_RECORDS FOR THE TASK_
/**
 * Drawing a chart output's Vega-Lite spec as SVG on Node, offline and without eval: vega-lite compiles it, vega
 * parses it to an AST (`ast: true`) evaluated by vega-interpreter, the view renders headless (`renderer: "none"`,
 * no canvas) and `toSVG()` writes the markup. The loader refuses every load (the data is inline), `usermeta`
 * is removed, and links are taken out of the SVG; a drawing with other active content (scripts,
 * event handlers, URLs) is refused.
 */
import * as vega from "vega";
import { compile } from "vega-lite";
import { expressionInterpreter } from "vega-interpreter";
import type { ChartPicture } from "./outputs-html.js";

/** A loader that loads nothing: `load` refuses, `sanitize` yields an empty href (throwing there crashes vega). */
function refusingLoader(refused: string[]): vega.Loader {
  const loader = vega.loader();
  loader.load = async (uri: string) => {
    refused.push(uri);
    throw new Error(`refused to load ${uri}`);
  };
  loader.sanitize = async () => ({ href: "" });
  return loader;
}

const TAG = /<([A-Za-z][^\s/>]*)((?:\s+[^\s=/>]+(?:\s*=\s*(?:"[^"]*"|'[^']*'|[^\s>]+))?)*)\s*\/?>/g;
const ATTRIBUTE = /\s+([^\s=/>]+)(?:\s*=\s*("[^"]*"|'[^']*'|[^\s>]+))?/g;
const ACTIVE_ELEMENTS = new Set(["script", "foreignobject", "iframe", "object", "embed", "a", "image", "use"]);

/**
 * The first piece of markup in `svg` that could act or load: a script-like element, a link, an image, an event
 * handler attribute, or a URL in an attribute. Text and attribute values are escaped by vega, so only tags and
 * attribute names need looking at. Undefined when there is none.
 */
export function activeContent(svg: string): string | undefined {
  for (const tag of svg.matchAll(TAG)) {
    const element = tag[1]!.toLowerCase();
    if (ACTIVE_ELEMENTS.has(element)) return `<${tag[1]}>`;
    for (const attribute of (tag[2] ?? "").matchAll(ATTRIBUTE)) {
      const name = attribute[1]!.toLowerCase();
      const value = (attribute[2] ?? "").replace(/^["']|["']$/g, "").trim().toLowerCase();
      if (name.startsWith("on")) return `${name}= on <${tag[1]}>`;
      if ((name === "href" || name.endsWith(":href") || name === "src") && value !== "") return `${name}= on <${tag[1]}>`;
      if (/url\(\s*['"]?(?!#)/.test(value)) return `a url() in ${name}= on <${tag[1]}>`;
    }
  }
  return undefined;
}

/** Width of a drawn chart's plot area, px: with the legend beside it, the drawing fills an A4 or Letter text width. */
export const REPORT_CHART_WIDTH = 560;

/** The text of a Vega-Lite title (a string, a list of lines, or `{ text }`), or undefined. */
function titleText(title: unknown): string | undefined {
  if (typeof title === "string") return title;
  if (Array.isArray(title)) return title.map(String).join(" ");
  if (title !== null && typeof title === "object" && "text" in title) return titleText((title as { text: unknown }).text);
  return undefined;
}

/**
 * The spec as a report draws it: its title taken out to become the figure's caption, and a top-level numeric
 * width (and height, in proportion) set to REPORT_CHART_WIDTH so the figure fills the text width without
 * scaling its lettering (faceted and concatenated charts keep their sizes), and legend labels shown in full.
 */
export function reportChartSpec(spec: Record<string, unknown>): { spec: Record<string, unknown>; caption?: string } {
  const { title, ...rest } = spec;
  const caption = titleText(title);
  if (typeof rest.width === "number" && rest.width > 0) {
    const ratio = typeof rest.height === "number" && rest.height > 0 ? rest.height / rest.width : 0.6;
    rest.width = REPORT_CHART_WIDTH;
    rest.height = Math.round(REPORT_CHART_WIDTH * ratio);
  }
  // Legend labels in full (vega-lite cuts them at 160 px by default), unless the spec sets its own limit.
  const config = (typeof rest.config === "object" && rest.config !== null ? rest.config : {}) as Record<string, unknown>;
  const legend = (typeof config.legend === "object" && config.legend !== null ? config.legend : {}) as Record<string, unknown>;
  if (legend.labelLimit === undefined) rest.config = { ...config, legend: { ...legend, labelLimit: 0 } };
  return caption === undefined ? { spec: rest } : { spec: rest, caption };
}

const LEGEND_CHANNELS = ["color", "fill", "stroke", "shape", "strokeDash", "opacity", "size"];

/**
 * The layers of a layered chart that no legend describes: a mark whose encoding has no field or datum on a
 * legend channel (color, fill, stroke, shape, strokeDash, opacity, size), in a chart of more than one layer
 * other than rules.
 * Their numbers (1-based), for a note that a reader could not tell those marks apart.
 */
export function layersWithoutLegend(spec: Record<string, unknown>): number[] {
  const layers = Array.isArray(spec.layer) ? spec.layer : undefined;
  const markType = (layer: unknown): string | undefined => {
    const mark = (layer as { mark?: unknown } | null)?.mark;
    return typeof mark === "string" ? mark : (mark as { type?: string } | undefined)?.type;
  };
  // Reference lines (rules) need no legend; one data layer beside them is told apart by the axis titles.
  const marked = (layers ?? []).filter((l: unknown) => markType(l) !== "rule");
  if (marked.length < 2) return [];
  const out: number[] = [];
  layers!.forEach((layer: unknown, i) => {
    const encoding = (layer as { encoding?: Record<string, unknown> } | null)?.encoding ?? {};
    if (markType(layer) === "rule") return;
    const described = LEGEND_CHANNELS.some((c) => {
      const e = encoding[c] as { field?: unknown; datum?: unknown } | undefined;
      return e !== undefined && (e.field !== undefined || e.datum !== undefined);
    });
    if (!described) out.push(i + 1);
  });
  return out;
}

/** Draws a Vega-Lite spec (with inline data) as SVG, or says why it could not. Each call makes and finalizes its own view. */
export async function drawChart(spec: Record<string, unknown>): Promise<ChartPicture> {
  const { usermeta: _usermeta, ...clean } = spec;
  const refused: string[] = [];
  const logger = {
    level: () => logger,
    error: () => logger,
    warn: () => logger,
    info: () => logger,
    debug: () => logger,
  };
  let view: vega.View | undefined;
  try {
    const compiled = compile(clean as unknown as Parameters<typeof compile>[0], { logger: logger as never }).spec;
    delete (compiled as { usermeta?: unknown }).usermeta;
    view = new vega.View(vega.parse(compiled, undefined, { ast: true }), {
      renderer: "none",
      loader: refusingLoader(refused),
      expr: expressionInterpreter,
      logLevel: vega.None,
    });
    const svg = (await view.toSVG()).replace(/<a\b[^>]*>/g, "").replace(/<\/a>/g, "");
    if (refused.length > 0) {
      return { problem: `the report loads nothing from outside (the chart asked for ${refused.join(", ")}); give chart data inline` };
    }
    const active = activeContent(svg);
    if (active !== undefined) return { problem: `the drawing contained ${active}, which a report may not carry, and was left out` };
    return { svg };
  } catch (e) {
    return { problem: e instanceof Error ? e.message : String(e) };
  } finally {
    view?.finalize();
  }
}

* * *

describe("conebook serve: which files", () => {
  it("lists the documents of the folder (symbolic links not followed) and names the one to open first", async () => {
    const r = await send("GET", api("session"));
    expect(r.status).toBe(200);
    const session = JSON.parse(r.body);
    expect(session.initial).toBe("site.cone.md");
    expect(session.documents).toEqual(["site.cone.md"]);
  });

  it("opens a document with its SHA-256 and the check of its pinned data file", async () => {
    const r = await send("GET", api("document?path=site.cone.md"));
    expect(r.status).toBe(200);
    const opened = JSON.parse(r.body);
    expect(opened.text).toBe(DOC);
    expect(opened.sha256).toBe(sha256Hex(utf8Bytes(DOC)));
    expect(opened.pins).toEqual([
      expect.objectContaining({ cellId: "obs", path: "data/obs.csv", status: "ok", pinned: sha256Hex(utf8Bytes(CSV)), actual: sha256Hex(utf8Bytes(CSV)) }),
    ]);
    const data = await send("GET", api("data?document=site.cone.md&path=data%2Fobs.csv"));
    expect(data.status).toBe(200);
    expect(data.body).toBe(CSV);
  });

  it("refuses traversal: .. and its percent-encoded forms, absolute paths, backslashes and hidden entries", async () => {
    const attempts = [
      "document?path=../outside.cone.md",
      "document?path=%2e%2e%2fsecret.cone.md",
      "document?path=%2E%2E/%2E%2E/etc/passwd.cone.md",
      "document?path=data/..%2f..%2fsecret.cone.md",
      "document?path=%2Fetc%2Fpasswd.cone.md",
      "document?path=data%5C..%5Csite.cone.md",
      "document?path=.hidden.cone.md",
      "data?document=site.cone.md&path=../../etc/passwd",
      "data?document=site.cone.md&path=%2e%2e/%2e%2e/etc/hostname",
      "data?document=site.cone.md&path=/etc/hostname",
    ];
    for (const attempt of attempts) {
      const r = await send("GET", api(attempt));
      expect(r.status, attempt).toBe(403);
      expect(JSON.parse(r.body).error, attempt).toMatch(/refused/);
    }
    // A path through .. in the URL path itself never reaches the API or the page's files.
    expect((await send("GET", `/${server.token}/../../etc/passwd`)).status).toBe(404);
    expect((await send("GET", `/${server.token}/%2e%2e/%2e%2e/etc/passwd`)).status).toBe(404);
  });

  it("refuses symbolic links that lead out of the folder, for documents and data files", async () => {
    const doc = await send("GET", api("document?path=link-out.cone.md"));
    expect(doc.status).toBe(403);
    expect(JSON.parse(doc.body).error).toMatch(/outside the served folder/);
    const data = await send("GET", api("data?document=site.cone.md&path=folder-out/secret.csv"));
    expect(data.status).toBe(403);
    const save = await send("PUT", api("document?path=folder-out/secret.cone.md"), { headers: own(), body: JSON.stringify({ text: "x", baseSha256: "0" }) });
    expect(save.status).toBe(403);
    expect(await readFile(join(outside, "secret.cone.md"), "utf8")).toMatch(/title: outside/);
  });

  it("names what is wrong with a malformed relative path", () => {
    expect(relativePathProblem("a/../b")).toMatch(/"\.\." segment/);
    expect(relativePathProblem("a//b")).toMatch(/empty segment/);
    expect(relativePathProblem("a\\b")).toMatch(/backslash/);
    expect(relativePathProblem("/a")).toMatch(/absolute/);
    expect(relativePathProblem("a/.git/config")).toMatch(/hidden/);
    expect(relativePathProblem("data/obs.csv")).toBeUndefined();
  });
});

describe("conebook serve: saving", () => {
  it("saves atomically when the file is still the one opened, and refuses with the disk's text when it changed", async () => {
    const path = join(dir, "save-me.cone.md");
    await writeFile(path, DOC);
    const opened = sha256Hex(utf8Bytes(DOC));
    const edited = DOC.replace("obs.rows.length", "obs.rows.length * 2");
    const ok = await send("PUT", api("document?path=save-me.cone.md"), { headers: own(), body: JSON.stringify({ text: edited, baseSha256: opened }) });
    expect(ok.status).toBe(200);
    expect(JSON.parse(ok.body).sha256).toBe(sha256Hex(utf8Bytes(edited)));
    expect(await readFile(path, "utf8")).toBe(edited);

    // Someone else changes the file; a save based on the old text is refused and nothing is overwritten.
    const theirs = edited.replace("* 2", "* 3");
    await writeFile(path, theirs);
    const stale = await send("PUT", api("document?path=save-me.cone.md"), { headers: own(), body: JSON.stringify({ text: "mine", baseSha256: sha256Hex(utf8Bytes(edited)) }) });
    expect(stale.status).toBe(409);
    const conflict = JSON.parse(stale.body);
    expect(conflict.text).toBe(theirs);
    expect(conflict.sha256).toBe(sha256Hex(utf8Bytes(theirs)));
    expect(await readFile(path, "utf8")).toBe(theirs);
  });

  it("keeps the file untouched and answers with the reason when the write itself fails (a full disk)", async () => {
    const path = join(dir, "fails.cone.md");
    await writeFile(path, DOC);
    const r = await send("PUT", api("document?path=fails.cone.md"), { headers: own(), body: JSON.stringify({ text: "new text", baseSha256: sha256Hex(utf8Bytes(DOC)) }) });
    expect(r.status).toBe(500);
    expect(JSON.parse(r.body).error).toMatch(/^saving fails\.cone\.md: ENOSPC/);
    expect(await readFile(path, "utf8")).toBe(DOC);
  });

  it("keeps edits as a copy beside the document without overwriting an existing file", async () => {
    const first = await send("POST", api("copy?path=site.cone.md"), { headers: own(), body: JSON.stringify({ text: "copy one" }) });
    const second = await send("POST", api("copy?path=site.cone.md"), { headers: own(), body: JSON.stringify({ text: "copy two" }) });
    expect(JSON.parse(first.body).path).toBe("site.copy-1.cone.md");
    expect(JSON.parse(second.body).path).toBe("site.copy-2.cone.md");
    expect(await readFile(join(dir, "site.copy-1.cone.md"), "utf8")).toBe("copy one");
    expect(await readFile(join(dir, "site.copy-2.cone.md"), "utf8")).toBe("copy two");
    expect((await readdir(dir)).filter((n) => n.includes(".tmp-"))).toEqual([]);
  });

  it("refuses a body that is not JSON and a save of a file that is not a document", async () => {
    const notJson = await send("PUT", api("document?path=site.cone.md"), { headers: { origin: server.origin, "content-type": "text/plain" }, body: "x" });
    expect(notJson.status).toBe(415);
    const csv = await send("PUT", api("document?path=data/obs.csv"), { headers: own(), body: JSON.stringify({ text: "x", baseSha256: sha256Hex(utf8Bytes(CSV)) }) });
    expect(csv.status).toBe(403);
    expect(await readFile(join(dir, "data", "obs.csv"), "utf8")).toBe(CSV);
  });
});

_TASK OBJECTIVE_
Among the records above, repeat exactly the line with "those marks apart.", the line with "const markType = (layer: unknown): string", and every line in between, and only those.

_PROBLEM SOLUTION_
 * Their numbers (1-based), for a note that a reader could not tell those marks apart.
 */
export function layersWithoutLegend(spec: Record<string, unknown>): number[] {
  const layers = Array.isArray(spec.layer) ? spec.layer : undefined;
  const markType = (layer: unknown): string | undefined => {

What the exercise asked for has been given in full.